Schemes of the sensory pathways and the differentially specialized protection systems. In contrast to the primary sensory cells situated on the epidermis, the sensory neurons are multiply covered by glial wrappers. The myelin-like repeats are only formed in the head ciliary lines and not in the ventral nerve cords. Insets: the schemes show two distinct structural types of primary sensory receptor cells of epidermis and neuronal cells of the brain and ventral nerve cords. ax, axonal fiber; ct, cuticle; gc, glial cell membranes; gry, yellow color granule; lt, line type cell; mt, mitochondrion; ss, sensilla type cell; tt1 an tt2, tuft type cell 1 or 2.

Figure 12

Comparative schemes of the sensory inputs and motor outputs to emphasize the functional subdivisions.
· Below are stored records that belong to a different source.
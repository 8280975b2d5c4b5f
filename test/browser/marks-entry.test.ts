// A series timed by three gates, entered as a crew enters it on a phone at 390×844 in Chromium with its real
// IndexedDB: the gates' distances typed once with the series, then five drops of three gate times each (Enter
// moves to the next gate, the last adds the drop), stored, the page reloaded, the tables exported with the
// marks in their own CSV. Screenshots in reports/screens/marks/.
import { afterAll, beforeAll, describe, expect, it } from 'vitest';
import { mkdirSync, readFileSync } from 'node:fs';
import type { Browser, BrowserContext, Page } from 'playwright-core';
import { PHONE, baseUrl, collectErrors, expectVisible, haveChromium, launchBrowser, waitForServiceWorker } from './harness';
import { parseCsv } from '../log/csv-reader';

const SHOTS = 'reports/screens/marks';
const GATES = [0.5, 1, 1.5];
// Our own invented gate times (demo data): a vacuum fall t = √(2d/g), g = 9.81 m/s², gives 0.319, 0.452 and
// 0.553 s; a ball loses a little to drag, and the drops scatter by a millisecond or two.
const DROPS = [
  [0.321, 0.455, 0.557],
  [0.322, 0.456, 0.559],
  [0.32, 0.454, 0.556],
  [0.323, 0.457, 0.56],
  [0.321, 0.455, 0.558],
];

const box = (page: Page, name: RegExp | string) => page.getByRole('textbox', { name }).first();

describe.skipIf(!haveChromium)('a gates series typed on the phone', () => {
  let browser: Browser;
  let context: BrowserContext;
  let page: Page;
  let errors: string[];
  beforeAll(async () => {
    mkdirSync(SHOTS, { recursive: true });
    browser = await launchBrowser();
    context = await browser.newContext({ ...PHONE, acceptDownloads: true });
    page = await context.newPage();
    errors = collectErrors(page);
  });
  afterAll(async () => {
    await browser?.close();
  });

  it('starts a series with three gates, their distances typed once', async () => {
    await page.goto(`${baseUrl}/`);
    await waitForServiceWorker(page);
    await expectVisible(page.getByRole('heading', { name: 'Start a test day' }));
    await box(page, 'Site name').fill('Stairwell west');
    await box(page, /^Latitude/).fill('46.1');
    await box(page, /^Longitude/).fill('7.05');
    await box(page, /^Elevation/).fill('430');
    await page.getByRole('button', { name: 'Start the day' }).click();
    await page.getByRole('button', { name: 'Add an air reading' }).click();
    await box(page, /^Air temperature/).fill('17.5');
    await box(page, /^Air pressure/).fill('961.2');
    await page.getByText('Read on site: the air pressure where we stand', { exact: true }).click();
    await box(page, /^Relative humidity/).fill('55');
    await page.getByRole('button', { name: 'Save reading' }).click();
    await page.goto(`${baseUrl}/#/specimens/new`);
    await box(page, 'Name').fill('Steel ball 25 mm');
    await box(page, /^Mass/).fill('64');
    await box(page, /^Diameter/).fill('25');
    await page.getByRole('button', { name: 'Add to the catalogue' }).click();
    await expectVisible(page.getByText('Steel ball 25 mm'));
    await page.goto(`${baseUrl}/#/day`);
    await page.getByRole('button', { name: 'Start a series' }).click();
    await page.getByRole('button', { name: /Understood/ }).click();
    await box(page, /^Release height/).fill('1.5');
    await page.getByLabel('Timing method').selectOption('gates');
    await expectVisible(page.getByTestId('gate-distances'));
    // A gate above the one before is named with its value.
    await box(page, /^Gate 1/).fill('0.5');
    await box(page, /^Gate 2/).fill('0.4');
    await box(page, /^Gate 3/).focus();
    await expectVisible(page.getByText(/Gate 2 at .* must be further down than gate 1/));
    await page.getByTestId('gate-distances').scrollIntoViewIfNeeded();
    await page.screenshot({ path: `${SHOTS}/01-gates-out-of-order.png` });
    for (const [i, g] of GATES.entries()) await box(page, new RegExp(`^Gate ${i + 1}`)).fill(String(g));
    await page.screenshot({ path: `${SHOTS}/02-gates-typed.png` });
    await page.getByRole('button', { name: 'Start the series' }).click();
    await expectVisible(page.getByRole('heading', { name: 'Drop 1' }));
    await expectVisible(page.getByTestId('marks-entry'));
    await page.screenshot({ path: `${SHOTS}/03-gate-times-empty.png` });
  });

  it('takes five drops of three gate times each, Enter moving from gate to gate and the last adding the drop', async () => {
    await box(page, /^Gate 1 time/).tap();
    for (const [k, times] of DROPS.entries()) {
      for (const t of times) {
        await page.keyboard.type(String(t));
        await page.keyboard.press('Enter');
      }
      await expectVisible(page.getByTestId('drop-saved').getByText(`Drop ${k + 1} saved: 3 marks, the last at ${times[2]!.toFixed(3)} s`));
      await expectVisible(page.getByRole('heading', { name: `Drop ${k + 2}` }));
      if (k === 1) await page.screenshot({ path: `${SHOTS}/04-two-drops.png` });
    }
    expect(await page.locator('table.drops tbody tr').count()).toBe(5);
    await expectVisible(page.getByRole('heading', { name: 'Marks along the fall' }));
    await page.getByRole('heading', { name: 'Marks along the fall' }).scrollIntoViewIfNeeded();
    await page.screenshot({ path: `${SHOTS}/05-marks-chart.png` });
    await page.screenshot({ path: `${SHOTS}/05-five-drops.png`, fullPage: true });
  });

  it('keeps the drops and their marks across a reload, and exports the marks in their own CSV table', async () => {
    await page.reload();
    await expectVisible(page.getByRole('heading', { name: 'Drop 6' }));
    expect(await page.locator('table.drops tbody tr').count()).toBe(5);
    await page.goto(`${baseUrl}/#/send`);
    const downloads: { name: string; path: string }[] = [];
    page.on('download', async (d) => downloads.push({ name: d.suggestedFilename(), path: (await d.path())! }));
    await page.getByRole('button', { name: 'Tables for a spreadsheet (CSV)' }).click();
    await expect.poll(() => downloads.length, { timeout: 20_000 }).toBe(3);
    await expectVisible(page.getByTestId('send-message').getByText(/three CSV files/));
    await page.screenshot({ path: `${SHOTS}/06-three-tables.png` });
    const marks = downloads.find((d) => d.name.endsWith('-marks.csv'))!;
    const [header, ...rows] = parseCsv(readFileSync(marks.path, 'utf8').replace(/^\ufeff/, ''));
    const at = (name: string) => header!.indexOf(name);
    expect(rows).toHaveLength(15);
    expect(rows.map((r) => [Number(r[at('seq')]), Number(r[at('mark_index')]), Number(r[at('distance_m')]), Number(r[at('time_s')])])).toEqual(
      DROPS.flatMap((times, k) => times.map((t, i) => [k + 1, i + 1, GATES[i], t])),
    );
    const series = downloads.find((d) => d.name.endsWith('-series.csv'))!;
    expect(readFileSync(series.path, 'utf8')).toContain('0.5 1 1.5');
    expect(errors).toEqual([]);
  });
});
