// Sound timing on the real Chromium with its fake microphone playing a WAV file we write: two clicks at
// known samples must be measured to the sample, and silence inserted between them must be refused.
// Then the timer pad itself at phone size: its targets, its accessibility, and taps timed by the touch.
// The fake microphone runs at 44 100 Hz in 10 ms buffers; a 16-bit mono 44.1 kHz file arrives unresampled.
import { afterAll, beforeAll, describe, expect, it } from 'vitest';
import AxeBuilder from '@axe-core/playwright';
import type { Browser, Page } from 'playwright-core';
import { mkdtemp, rm, writeFile } from 'node:fs/promises';
import { tmpdir } from 'node:os';
import { join } from 'node:path';
import { createRandom } from '../../src/physics/createRandom';
import { PHONE, collectErrors, expectVisible, haveChromium, launchBrowser } from './harness';
import { serveTimingPage, type TimingPage } from './fixtures/timing-page/build';
import type { HeardInterval, TimingHarness } from './fixtures/timing-page/main';
import type { SoundTravel } from '../../src/timing';

const RATE = 44_100;
// Our own test signal: the release tick 1.0 s into the file (clear of the start-up, where Chromium may insert
// a block of zeros), the impact 1.2345 s later. Odd sample numbers, so no block boundary lines up with them.
const RELEASE_SAMPLE = 44_101;
const TRUE_INTERVAL = 54_443;
const IMPACT_SAMPLE = RELEASE_SAMPLE + TRUE_INTERVAL;
const FILE_SAMPLES = 3 * RATE;
/** Exact zeros at the end: with %noloop the last 10 ms buffer repeats, and it must be silence. */
const TAIL_ZEROS = Math.round(0.1 * RATE);

/** A 16-bit mono PCM WAV (RIFF header as in the Microsoft/IBM multimedia spec, 1991). */
function wav(samples: Float32Array): Buffer {
  const data = Buffer.alloc(samples.length * 2);
  samples.forEach((x, i) => data.writeInt16LE(Math.max(-32768, Math.min(32767, Math.round(x * 32768))), i * 2));
  const header = Buffer.alloc(44);
  header.write('RIFF', 0, 'ascii');
  header.writeUInt32LE(36 + data.length, 4);
  header.write('WAVEfmt ', 8, 'ascii');
  header.writeUInt32LE(16, 16);
  header.writeUInt16LE(1, 20); // PCM
  header.writeUInt16LE(1, 22); // mono
  header.writeUInt32LE(RATE, 24);
  header.writeUInt32LE(RATE * 2, 28); // byte rate
  header.writeUInt16LE(2, 32); // block align
  header.writeUInt16LE(16, 34);
  header.write('data', 36, 'ascii');
  header.writeUInt32LE(data.length, 40);
  return Buffer.concat([header, data]);
}

function click(signal: Float32Array, at: number, amplitude: number, frequency_Hz: number, decay_s: number): void {
  for (let n = 0; n < decay_s * RATE * 12 && at + n < signal.length; n++) {
    signal[at + n]! += amplitude * Math.exp(-n / (decay_s * RATE)) * Math.cos((2 * Math.PI * frequency_Hz * n) / RATE);
  }
}

/** Background noise (about −54 dBFS) with a release tick and an impact thud; optional inserted silence. */
function dropRecording(seed: number, zeros?: { at: number; length: number }): Float32Array {
  const random = createRandom(seed);
  const signal = new Float32Array(FILE_SAMPLES);
  for (let i = 0; i < FILE_SAMPLES - TAIL_ZEROS; i++) signal[i] = 0.002 * random.normal();
  click(signal, RELEASE_SAMPLE, 0.15, 2500, 0.001);
  click(signal, IMPACT_SAMPLE, 0.5, 900, 0.004);
  if (zeros) signal.fill(0, zeros.at, zeros.at + zeros.length);
  return signal;
}

function fakeMicrophone(file: string): Promise<Browser> {
  return launchBrowser([
    '--use-fake-ui-for-media-stream',
    '--use-fake-device-for-media-stream',
    `--use-file-for-fake-audio-capture=${file}%noloop`,
    '--autoplay-policy=no-user-gesture-required',
  ]);
}

/** The harness page puts its API on window. */
type Win = { timing: TimingHarness };

// The fake microphone feeds its file in real time from a thread of its own: on a machine whose two cores are busy
// with other tests it has been seen to deliver two 10 ms buffers more than the file holds between the clicks
// (an interval 882 samples too long, in one CI run of many). That is the test device's fault, not the capture's,
// so a run is repeated up to twice; every run must still measure to the exact sample.
describe.skipIf(!haveChromium)('sound timing in Chromium with a fake microphone', { retry: 2 }, () => {
  let site: TimingPage;
  let dir: string;
  const open: Browser[] = [];

  beforeAll(async () => {
    site = await serveTimingPage();
    dir = await mkdtemp(join(tmpdir(), 'plummet-timing-audio-'));
  });
  afterAll(async () => {
    for (const b of open) await b.close().catch(() => undefined);
    await site?.close();
    if (dir) await rm(dir, { recursive: true, force: true });
  });

  /** Opens the harness page in a browser whose microphone plays `signal`, and starts listening. */
  async function run(
    name: string,
    signal: Float32Array,
    options: { offline?: boolean; soundTravel?: SoundTravel; height_m?: number } = {},
  ): Promise<{ page: Page; errors: string[] }> {
    const file = join(dir, name);
    await writeFile(file, wav(signal));
    const browser = await fakeMicrophone(file);
    open.push(browser);
    const context = await browser.newContext(PHONE);
    const page = await context.newPage();
    const errors = collectErrors(page);
    await page.goto(site.url);
    await page.waitForFunction(() => 'timing' in window);
    if (options.offline) await context.setOffline(true);
    const started = await page.evaluate(
      ([travel, height]) => (window as unknown as Win).timing.start(travel, height),
      [options.soundTravel ?? null, options.height_m] as const,
    );
    expect(started).toEqual({ ok: true, sample_rate_Hz: RATE });
    return { page, errors };
  }

  const intervals = (page: Page, count: number): Promise<HeardInterval[]> =>
    page.evaluate((n) => (window as unknown as Win).timing.intervals(n, 8000), count);

  it('measures the interval between two clicks to the sample, offline, with the worklet inside the bundle', async () => {
    // The worklet's module is no separate file: the build is one page and its script.
    expect(site.files.filter((f) => !/\.(js|html)$/.test(f))).toEqual([]);
    const { page, errors } = await run('two-clicks.wav', dropRecording(1), { offline: true });
    const heard = await intervals(page, 1);
    expect(heard).toHaveLength(1);
    const [interval] = heard;
    expect(interval!.problem).toBeNull();
    expect(interval!.frames).toBe(TRUE_INTERVAL);
    expect(interval!.time_s).toBe(TRUE_INTERVAL / RATE);
    expect(interval!.raw.kind).toBe('sound');
    expect(interval!.raw.sample_rate_Hz).toBe(RATE);
    expect(Math.round((interval!.raw.onsets_s[1]! - interval!.raw.onsets_s[0]!) * RATE)).toBe(TRUE_INTERVAL);
    // Nothing else was taken for a sound: the two clicks are the only onsets.
    const onsets = await page.evaluate(() => (window as unknown as Win).timing.onsets());
    expect(onsets.map((o) => o.role)).toEqual(['release', 'impact']);
    // Any silence Chromium inserted (it often does just after start) lies outside the interval.
    const gaps = await page.evaluate(() => (window as unknown as Win).timing.gaps());
    for (const gap of gaps) expect(gap.end_frame <= interval!.release_frame || gap.start_frame >= interval!.impact_frame).toBe(true);
    await page.evaluate(() => (window as unknown as Win).timing.stop());
    expect(errors).toEqual([]);
  });

  it('corrects the heard interval for sound travel', async () => {
    // Phone at the landing point of a 10 m drop, 20 °C: the release is heard 10 m / 343.2 m/s late
    // (ISO 9613-1:1993 reference speed), so the fall took that much longer than the phone heard.
    const { page } = await run('travel.wav', dropRecording(2), {
      soundTravel: { distance_to_release_m: 10, distance_to_landing_m: 0, speed_of_sound_m_s: 343.2 },
      height_m: 10,
    });
    const [interval] = await intervals(page, 1);
    expect(interval!.frames).toBe(TRUE_INTERVAL);
    expect(interval!.sound_travel_correction_s).toBeCloseTo(10 / 343.2, 12);
    expect(interval!.time_s).toBeCloseTo(TRUE_INTERVAL / RATE + 10 / 343.2, 12);
    // The capture carries the correction as data (inputs and value), ready for the drop record, and the
    // time follows from the capture alone.
    expect(interval!.raw.sound_travel).toEqual({
      distance_to_release_m: 10,
      distance_to_landing_m: 0,
      speed_of_sound_m_s: 343.2,
      temperature_C: null,
      correction_s: interval!.sound_travel_correction_s,
    });
    const [release, impact] = interval!.raw.onsets_s;
    expect(impact! - release! + interval!.raw.sound_travel!.correction_s).toBeCloseTo(interval!.time_s!, 12);
  });

  it('refuses the interval when 10 ms of exact silence lie between release and impact', async () => {
    const zeros = { at: RELEASE_SAMPLE + 20_000, length: 441 };
    const { page } = await run('gap.wav', dropRecording(3, zeros));
    const heard = await intervals(page, 1);
    expect(heard).toHaveLength(1);
    expect(heard[0]!.frames).toBe(TRUE_INTERVAL);
    expect(heard[0]!.time_s).toBeNull();
    expect(heard[0]!.problem?.code).toBe('spans-gap');
    expect(heard[0]!.problem?.message).toMatch(/441 samples of exact silence/);
  });
});

describe.skipIf(!haveChromium)('the timer pad in Chromium at phone size', () => {
  let site: TimingPage;
  let browser: Browser;

  beforeAll(async () => {
    site = await serveTimingPage();
    browser = await launchBrowser();
  });
  afterAll(async () => {
    await browser?.close();
    await site?.close();
  });

  async function openPad(): Promise<Page> {
    const page = await (await browser.newContext(PHONE)).newPage();
    await page.goto(site.url);
    await page.waitForFunction(() => 'timing' in window);
    return page;
  }

  it('has Release and Impact targets of at least 64 px and passes an axe scan', async () => {
    const page = await openPad();
    for (const name of ['Release', 'Impact']) {
      const box = await page.getByRole('button', { name }).boundingBox();
      expect(box!.width).toBeGreaterThanOrEqual(64);
      expect(box!.height).toBeGreaterThanOrEqual(64);
    }
    await expectVisible(page.getByRole('group', { name: 'Drop timer' }));
    const result = await new AxeBuilder({ page }).withTags(['wcag2a', 'wcag2aa']).analyze();
    expect(result.violations.map((v) => `${v.id}: ${v.nodes.map((n) => n.target.join(' ')).join(', ')}`)).toEqual([]);
    await page.context().close();
  });

  it('times two touches by their own timestamps, to the 0.1 ms the browser gives', async () => {
    const page = await openPad();
    const cdp = await page.context().newCDPSession(page);
    const release = (await page.getByRole('button', { name: 'Release' }).boundingBox())!;
    const impact = (await page.getByRole('button', { name: 'Impact' }).boundingBox())!;
    // Touches stamped 1.2345 s apart; the page reads them only later, when the test gets round to it.
    const t0 = Date.now() / 1000;
    for (const [box, t] of [
      [release, t0],
      [impact, t0 + 1.2345],
    ] as const) {
      await cdp.send('Input.dispatchTouchEvent', { type: 'touchStart', touchPoints: [{ x: box.x + box.width / 2, y: box.y + box.height / 2 }], timestamp: t });
      await cdp.send('Input.dispatchTouchEvent', { type: 'touchEnd', touchPoints: [], timestamp: t + 0.08 });
    }
    await page.waitForFunction(() => (window as unknown as Win).timing.captured().length > 0);
    const captured = await page.evaluate(() => (window as unknown as Win).timing.captured());
    expect(captured).toHaveLength(1);
    expect(captured[0]!.raw.kind).toBe('taps');
    // Chromium coarsens event times to 100 µs outside cross-origin isolation (from memory): allow that.
    expect(Math.abs(captured[0]!.time_s - 1.2345)).toBeLessThanOrEqual(0.0001 + 1e-9);
    await expectVisible(page.getByText('Fall time 1.23'));
    await page.context().close();
  });

  it('works from the keyboard with a visible focus ring, one mark per key press', async () => {
    const page = await openPad();
    // Tab order: Tap, Listen, Release, Impact.
    for (let i = 0; i < 3; i++) await page.keyboard.press('Tab');
    const focused = await page.evaluate(() => {
      const button = document.querySelector('pl-timer-pad')!.shadowRoot!.activeElement as HTMLElement;
      const style = getComputedStyle(button);
      return { text: button.textContent!.trim(), outline: `${style.outlineStyle} ${style.outlineWidth}` };
    });
    expect(focused).toEqual({ text: 'Release', outline: 'solid 4px' });
    // Two marks in quick succession are a double tap, refused with the time and the range. Both are made in one
    // task of the page, so the gap is under a millisecond whatever the machine's load (two key presses sent one
    // after the other from here can be more than the double-tap window apart on a busy machine).
    await page.evaluate(() => {
      const buttons = [...document.querySelector('pl-timer-pad')!.shadowRoot!.querySelectorAll('button')];
      buttons.find((b) => b.textContent!.trim() === 'Release')!.click();
      buttons.find((b) => b.textContent!.trim() === 'Impact')!.click();
    });
    await page.keyboard.press('Tab');
    await expectVisible(page.getByRole('alert').filter({ hasText: /shorter than any fall.*Allowed: a fall time from 0.05 s to 3600 s/ }));
    await page.keyboard.press('Shift+Tab');
    await page.keyboard.press(' ');
    await page.waitForTimeout(400);
    await page.keyboard.press('Tab');
    await page.keyboard.press('Enter');
    await page.waitForFunction(() => (window as unknown as Win).timing.captured().length > 0);
    await page.waitForTimeout(200);
    const captured = await page.evaluate(() => (window as unknown as Win).timing.captured());
    expect(captured).toHaveLength(1);
    const [release, impact] = (captured[0]!.raw as { timestamps_ms: number[] }).timestamps_ms;
    expect(captured[0]!.time_s).toBeCloseTo((impact! - release!) / 1000, 12);
    expect(captured[0]!.time_s).toBeGreaterThanOrEqual(0.4);
    expect(captured[0]!.time_s).toBeLessThan(5);
    await page.context().close();
  });
});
The tuft type sensory cells and their inputs are characterized for alvinellid worms. The two distinct tuft type cells on the head or prostomium are identified. Note that the branchial crown of Terebellida (Paralvinella) is not homologous to those of Serpulidae and palps of Nereididae. Some neural pathways are not precisely identified. Data are simplified from Orrhage and Müller [30]. bt, bud type cell; lt, line type; ss, sensilla type; tt, tuft type; VNC, subesophageal ganglia with ventral nerve cord/ganglia.